**Problem details**
In the records that follow, find each line with "ecsvHeader" and pull it out.

**Stored data**

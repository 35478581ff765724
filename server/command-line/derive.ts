import { once } from "node:events";
import { resolve } from "node:path";
import type { Writable } from "node:stream";
import { unprocessable } from "../errors.ts";
import { csvLine } from "../handover/csv.ts";
import { ecsvHeader, ecsvLine, type MetaValue } from "../handover/ecsv.ts";
import { needed, oneOf, oneOperand, readOptions } from "./options.ts";
import { OUTPUT_COLUMNS } from "./output-columns.ts";
import { isSameFile } from "./same-file.ts";
import { type Named, type NamedRecipe, readCampaign, readCard, readRecipe } from "./settings-files.ts";
import { type RowCounts, readStars, type StarRows } from "./stars.ts";
import { type Surroundings, write } from "./surroundings.ts";
import { usage } from "./trouble.ts";
import { beginFile } from "./unfinished-file.ts";
import { type Settings, type WorkedOut, workOut } from "./worked-out.ts";

export const DERIVE_HELP = `Derives every star of an extract and says what one instrument could find around it in one campaign.

  shortlight derive FILE --card CARD --campaign CAMPAIGN [--recipe RECIPE] [--plan PLAN.json]
                    [--out FILE] [--format ecsv|csv]

  FILE        the extract: text between commas, semicolons, tabs or bars, ECSV, a VOTable or a FITS table. What it is
              is told by its content.
  --card      the instrument card: a JSON file, or the name of one that comes along (practice-30, heron-04)
  --campaign  the campaign: a JSON file, or a name (practice-180d, sixty-nights)
  --recipe    default, practice (the simpler choices of the practice stars), or a JSON file {"name", "settings"}
  --plan      answers to what the file cannot say; see below
  --out       the file to write; without it the table goes to the standard output
  --format    ecsv (names, units, descriptions, UCDs and what it was made with in the header; the default) or csv
              (the keys alone in the first line; the units are those of the ECSV header)

There is one row for each star, with every column of the catalogue under its key; KEY_err is its error, KEY_blank the
reason where it is blank. Identifiers stay the texts that they are. The same file and settings give the same bytes.
A star that is named again is skipped, and a row that cannot be read is refused and named on the standard error.

Columns are taken by their names, units and UCDs where these leave no doubt. Otherwise the command names the questions
and ends with code 2. A plan answers them; everything in it is optional:

  {
    "delimiter": ";", "decimalMark": ",", "encoding": "latin1",
    "epoch": 2016.0, "release": "Survey DR1", "accept": ["votable-overflow"],
    "columns": {
      "RAJ2000": { "key": "ra", "unit": "hourangle" },
      "plx": { "key": "parallax", "unit": "arcsec", "blankMarks": ["-999"] },
      "Kmag2": { "key": "kept" }
    }
  }

Columns are named as the file spells them, keys as the catalogue does; "kept" leaves a column unused. delimiter: one of
, ; | and \\t. decimalMark: . or a comma. encoding: utf-8, utf-16le or latin1. keptNumbers lists numbers that look like
marks for "no value" and are none; accept lists findings about the file that do not keep it from being read.
`;

const OPTIONS = {
  card: { type: "string" },
  campaign: { type: "string" },
  recipe: { type: "string", default: "default" },
  plan: { type: "string" },
  out: { type: "string" },
  format: { type: "string", default: "ecsv" },
} as const;

type Format = "ecsv" | "csv";

const linesOf = (block: WorkedOut, format: Format): string => {
  const cells = OUTPUT_COLUMNS.map((c) => c.bind(block));
  let text = "";
  for (let row = 0; row < block.rows.length; row++) {
    const values = cells.map((cell) => cell(row));
    text += format === "ecsv" ? ecsvLine(values) : csvLine(values, OUTPUT_COLUMNS);
  }
  return text;
};

interface Choice {
  readonly card: Named<Settings["card"]>;
  readonly campaign: Named<Settings["campaign"]>;
  readonly recipe: NamedRecipe;
}

/** What the table was made with. No times: the same file and settings give the same bytes. */
const metaOf = ({ card, campaign, recipe }: Choice, counts: RowCounts): Record<string, MetaValue> => ({
  recipe: recipe.name,
  recipe_version: recipe.number,
  recipe_hash: recipe.hash,
  card: card.name,
  card_settings: JSON.stringify(card.settings),
  campaign: campaign.name,
  campaign_settings: JSON.stringify(campaign.settings),
  rows_read: counts.read,
  rows_written: counts.accepted,
  rows_refused: counts.refused,
  rows_skipped: counts.skipped,
});

const headerOf = (format: Format, choice: Choice, counts: RowCounts): string =>
  format === "ecsv"
    ? ecsvHeader(OUTPUT_COLUMNS, metaOf(choice, counts))
    : csvLine(OUTPUT_COLUMNS.map((c) => c.name));

const send = async (to: Writable, text: string): Promise<void> => {
  if (!to.write(text)) await once(to, "drain");
};

const summary = (stars: StarRows): string => {
  const { counts, refusals } = stars;
  const { read, accepted, refused, skipped } = counts;
  const first = refusals.map(({ row, line, why }) =>
    line === null ? `  row ${row}: ${why}\n` : `  line ${line}: ${why}\n`,
  );
  const more = refused > refusals.length ? `  and ${refused - refusals.length} more\n` : "";
  const twice = skipped > 0 ? "; skipped rows name a star that an earlier row names" : "";
  const line = `${read} rows read: ${accepted} written, ${refused} refused, ${skipped} skipped${twice}.\n`;
  const notes = stars
    .findings()
    .map(({ message, examples }) => `  ${[message, ...examples].join("\n    ")}\n`);
  return [line, ...first, more, ...notes].join("");
};

/** The extract is the only copy that the command knows of. */
const refuseToReplace = async (folder: string, file: string, out: string | undefined): Promise<void> => {
  if (out === undefined || !(await isSameFile(resolve(folder, file), resolve(folder, out)))) return;
  throw usage(`--out names the extract itself, ${file}.`, "Name another file: the extract would be lost.");
};

export const derive = async (args: readonly string[], at: Surroundings): Promise<void> => {
  const { values, positionals } = readOptions(args, OPTIONS, "derive");
  const file = oneOperand(positionals, "The file to read", "derive");
  const format = oneOf(values.format, ["ecsv", "csv"], "format");
  await refuseToReplace(at.folder, file, values.out);
  const choice: Choice = {
    card: await readCard(at.folder, needed(values.card, "card", "derive")),
    campaign: await readCampaign(at.folder, needed(values.campaign, "campaign", "derive")),
    recipe: await readRecipe(at.folder, values.recipe),
  };
  const settings: Settings = {
    card: choice.card.settings,
    campaign: choice.campaign.settings,
    recipe: choice.recipe.settings,
  };
  const stars = await readStars(at.folder, file, values.plan);
  const draft = await beginFile(at.folder, values.out, at.out);
  try {
    for await (const rows of stars.blocks()) await send(draft.rows, linesOf(workOut(rows, settings), format));
    if (stars.counts.accepted === 0)
      throw unprocessable("no-row-accepted", `No row could be accepted. ${summary(stars).trimEnd()}`, {
        hint: "Look at the units and names of the columns, or at the file itself.",
      });
    await draft.finish(headerOf(format, choice, stars.counts));
  } finally {
    await draft.discard();
  }
  await write(at.err, summary(stars));
};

**Written response**
import { ecsvHeader, ecsvLine, type MetaValue } from "../handover/ecsv.ts";
    ? ecsvHeader(OUTPUT_COLUMNS, metaOf(choice, counts))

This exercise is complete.